Reacting to roadblocks
- EVALI Regulation Science
- September 1, 2019
- 17 minutes read
During a recent Vapor Technology Association event, several experts discussed the major obstacles for the ENDS industry.
By Timothy S. Donahue
The e-cigarette is on the ropes. Over the last 18 months, especially the last four, three major developments have forced the vapor industry into an outright battle for its existence. These events have several states and even the U.S. government using the issues to either ban flavors in e-liquids or ban all vapor products entirely. Several industry experts say that an outright flavor ban (except tobacco flavor) would force thousands of businesses to close, eliminate nearly 200,000 jobs and cost tens of billions of dollars in negative economic impact.

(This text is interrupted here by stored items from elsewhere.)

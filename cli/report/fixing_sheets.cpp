// SPDX-License-Identifier: MIT
#include "cli/report/fixing.hpp"

#include "cli/report/fixing_words.hpp"
#include "cli/report/say.hpp"
#include "layout/sheet/flow.hpp"

#include <algorithm>
#include <fmt/format.h>
#include <map>

namespace dialwright::cli {
namespace {

using layout::Align;
using layout::Flow;

constexpr std::size_t k_most_pages = 2;
constexpr double k_row_mm = 3.3; ///< of the smaller tables

/// How much goes on the sheet.
struct Extent {
    std::size_t dates = 4;
    int step_min = 15;
    bool gauge = true;
    double size_mm = 2.3;
};

/// So many dates of the run, its first and last among them.
std::vector<const FixingDate*> chosen_dates(const Fixing& fixing, std::size_t most) {
    std::vector<const FixingDate*> chosen;
    const std::size_t all = fixing.dates.size(), count = std::min(all, most);
    for (std::size_t i = 0; i < count; ++i)
        chosen.push_back(&fixing.dates[count == 1 ? 0 : i * (all - 1) / (count - 1)]);
    return chosen;
}

class FixingPages {
  public:
    FixingPages(const Fixing& fixing, const layout::PrintOptions& options, const Extent& extent)
        : fixing_{fixing}, commission_{*fixing.commission}, words_{plate_words(commission_.design)}, extent_{extent},
          flow_{options, "Fixing"}, dates_{chosen_dates(fixing, extent.dates)} {}

    std::vector<layout::Sheet> pages() {
        put_heading();
        for (std::size_t face = 0; face < commission_.plans.size(); ++face)
            put_quarters(face);
        put_north();
        for (std::size_t face = 0; face < commission_.plans.size(); ++face)
            put_moves(face);
        put_cautions();
        if (extent_.gauge)
            put_gauges();
        return flow_.sheets();
    }

  private:
    void put_heading() {
        const Design& design = commission_.design;
        flow_.paragraph("Fixing: " + design.title, "", true, 5.0);
        flow_.space(0.6);
        flow_.paragraph(fmt::format("{}{}{}, {}, {}. Clock times are what a watch shows there, summer time included. "
                                    "Set the watch to the second first.",
                                    design.place.name, design.place.name.empty() ? "" : ": ",
                                    say_latitude(design.place.site.latitude),
                                    say_longitude(design.place.site.longitude), design.place.zone),
                        "", false, 2.6);
        flow_.space(1);
        std::vector<TableRow> rows;
        for (const FixingDate* date : dates_)
            rows.push_back(noon_row(fixing_, *date));
        flow_.table(noon_columns(), rows, 2.5);
        if (dates_.size() < fixing_.dates.size())
            flow_.paragraph(fmt::format("The {} dates between have no room here: take what lies between, or ask "
                                        "dialwright fix for a shorter run.",
                                        fixing_.dates.size() - dates_.size()),
                            "", false, 2.5);
    }

    /// What a face must show, a row for each time by the clock at which it is lit on some chosen date.
    void put_quarters(std::size_t face) {
        std::map<std::string, std::vector<const FixingRow*>> by_clock;
        bool off_plate = false;
        for (std::size_t i = 0; i < dates_.size(); ++i)
            for (const FixingRow& row : dates_[i]->rows) {
                const std::string clock = say_clock(fixing_.zone, row.shadow.at).substr(0, 5);
                if (row.shadow.face != face || std::stoi(clock.substr(3)) % extent_.step_min != 0)
                    continue;
                auto& cells = by_clock[clock];
                cells.resize(dates_.size());
                cells[i] = &row;
                off_plate = off_plate || !row.on_plate;
            }
        const std::string& name = commission_.plans[face].spec.name;
        flow_.heading("What it must read" + (name.empty() ? "" : ", " + name));
        if (by_clock.empty()) {
            flow_.paragraph("The Sun does not light this face on these dates.");
            return;
        }
        std::vector<Flow::Column> columns{{"clock", Align::left}};
        for (const FixingDate* date : dates_) {
            const auto day = date->day.date;
            columns.push_back(
                {dates_.size() == 1 ? "reads" : say_date(day).substr(0, say_date(day).size() - 5), Align::right});
            columns.push_back({words_.right + (inches() ? " in" : " mm"), Align::right});
            columns.push_back({words_.up + (inches() ? " in" : " mm"), Align::right});
        }
        std::vector<TableRow> rows;
        for (const auto& [clock, cells] : by_clock) {
            rows.push_back({clock});
            for (const FixingRow* row : cells)
                add_cells(rows.back(), row);
        }
        flow_.table(columns, rows, extent_.size_mm);
        flow_.paragraph(fmt::format("The nodus' shadow in {} from the nodus' foot, {} and {}{}.",
                                    inches() ? "inches" : "mm", words_.right, words_.up,
                                    off_plate ? "; – where it falls beyond the plate: read the style's shadow" : ""),
                        "", false, 2.5);
    }

    [[nodiscard]] bool inches() const { return commission_.design.units == Units::inches; }

    void add_cells(TableRow& cells, const FixingRow* row) const {
        if (row == nullptr) {
            cells.insert(cells.end(), 3, "");
            return;
        }
        cells.push_back(row->shadow.reads_h ? reading_words(*row->shadow.reads_h) : "none");
        cells.push_back(row->on_plate ? layout::bare_length(row->shadow.shadow->u_mm, inches()) : "–");
        cells.push_back(row->on_plate ? layout::bare_length(row->shadow.shadow->v_mm, inches()) : "–");
    }

    void put_north() {
        std::vector<TableRow> rows;
        const std::vector<const FixingDate*> ends =
            dates_.size() > 1 ? std::vector{dates_.front(), dates_.back()} : std::vector{dates_.front()};
        for (const FixingDate* date : ends)
            for (TableRow& row : pair_rows(fixing_, *date)) {
                row.insert(row.begin(), say_date(date->day.date));
                rows.push_back(std::move(row));
            }
        // Words and table on one page.
        flow_.need(34 + k_row_mm * double(rows.size()));
        flow_.heading("North by shadows");
        flow_.paragraph(north_words(), "", false, 2.6);
        if (rows.empty()) {
            flow_.paragraph("The Sun stands too low or too near overhead on these dates for equal shadows.");
            return;
        }
        std::vector<Flow::Column> columns = pair_columns();
        columns.insert(columns.begin(), {"date", Align::right});
        flow_.space(0.6);
        flow_.table(columns, rows, 2.3);
    }

    void put_moves(std::size_t face) {
        const std::string& name = commission_.plans[face].spec.name;
        const std::string of_face = name.empty() ? "" : ", " + name;
        flow_.heading("Level and plumb" + of_face);
        for (const std::string& line : level_words(fixing_, face))
            flow_.paragraph(line, "•", false, 2.6);
        if (fixing_.answers[face].empty())
            return;
        flow_.heading("Which way to move it" + of_face);
        for (const std::string& line : move_words(fixing_, face))
            flow_.paragraph(line, "•", false, 2.6);
        flow_.need(10 + k_row_mm * double(fixing_.answers[face].size()));
        flow_.space(0.6);
        flow_.paragraph(fmt::format("Minutes by which the reading goes on for a degree, {}:",
                                    say_date(fixing_.dates.front().day.date)),
                        "", false, 2.5);
        flow_.table(answer_columns(fixing_), answer_rows(fixing_, face), 2.3);
    }

    void put_cautions() {
        flow_.list("Take care",
                   {"Never look at the Sun to align a dial, not even for a moment: work from the shadow.",
                    "A plate that is not yet held can fall or tip: prop it, keep hands and feet from under it, and let "
                    "a second person hold it while you read."});
    }

    void put_gauges() {
        for (std::size_t face = 0; face < commission_.gnomons.size(); ++face)
            for (const layout::Part& part : commission_.gnomons[face])
                if (part.title.starts_with("The gauge") && !part.drawings.empty())
                    put_gauge(part);
    }

    void put_gauge(const layout::Part& part) {
        flow_.space(2);
        const std::shared_ptr<const layout::Drawing> drawing{std::shared_ptr<void>{}, &part.drawings.front()};
        if (!flow_.full_size(drawing,
                             part.title + ", full size: measure the bars first, and cut it from card or sheet."))
            flow_.paragraph(part.title + " is on the packet's own sheets.");
    }

    const Fixing& fixing_;
    const Commission& commission_;
    PlateWords words_;
    Extent extent_;
    Flow flow_;
    std::vector<const FixingDate*> dates_;
};

} // namespace

std::vector<layout::Sheet> fixing_sheets(const Fixing& fixing, const layout::PrintOptions& options) {
    std::vector<layout::Sheet> pages;
    for (const Extent& extent :
         {Extent{4, 15, true, 2.3}, Extent{4, 15, true, 2.0}, Extent{2, 15, true, 2.3}, Extent{2, 15, false, 2.0},
          Extent{1, 15, true, 2.0}, Extent{1, 15, false, 2.0}, Extent{1, 30, false, 2.0}, Extent{1, 60, false, 2.0}}) {
        pages = FixingPages{fixing, options, extent}.pages();
        if (pages.size() <= k_most_pages)
            break;
    }
    return pages;
}

} // namespace dialwright::cli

First came a large increase in youth use, and later, the U.S. Food and Drug Administration (FDA) was forced to ramp up its premarket tobacco product application (PMTA) deadline, then the lung illnesses started happening. In early June, the U.S. Centers for Disease Control and Prevention (CDC) and the FDA began to receive reports surrounding an outbreak of respiratory illnesses linked to what the FDA and CDC claim were “vapor and e-cigarette” products (see “Irrational Hysteria,” page 18). In response to the epidemic, several states, the FDA and even President Trump himself have called for a ban on all flavored e-cigarette products.
At least four states, New York, California, Michigan, Rhode Island and Massachusetts, have enacted some type of vapor ban. Vapor Technology Association (VTA) Executive Director Tony Abboud, in response to the flavor bans, said his organization is “going to make it clear that this is the wrong approach, that it will literally cut down an entire industry that has grown up, with 166,000 jobs, to challenge the tobacco industry, and they are mostly small businesses.”
The industry is also struggling to get PMTAs submitted to the FDA by a court-ordered deadline. On July 12, Judge Paul Grimm of the U.S. District Court for Maryland ruled in a lawsuit filed by anti-tobacco groups that the regulatory agency had exceeded its authority in allowing electronic nicotine-delivery systems (ENDS) to remain on the market until 2022 before companies applied for regulatory approval. Grimm subsequently ordered vapor companies to submit costly PMTAs to the FDA by May 12, 2020, or remove the lifesaving products from the market. The FDA would then have one year to approve or deny those submissions.
The possibility does exist that the deadline could be moved, however. Several vapor organizations, including the VTA, have been granted a motion to Iitervene exclusively for the limited purpose of filing an appeal of the Memorandum Opinion and Order and the Remedy Order that forced vapor companies to submit PMTAs to the FDA by the new deadline. “The vapor associations have no other opportunity to provide their views on the deadline imposed in the Remedy Order, and the government’s objectives appear to have diverged from the interests of the vapor associations that seek to intervene,” Grimm wrote in his ruling.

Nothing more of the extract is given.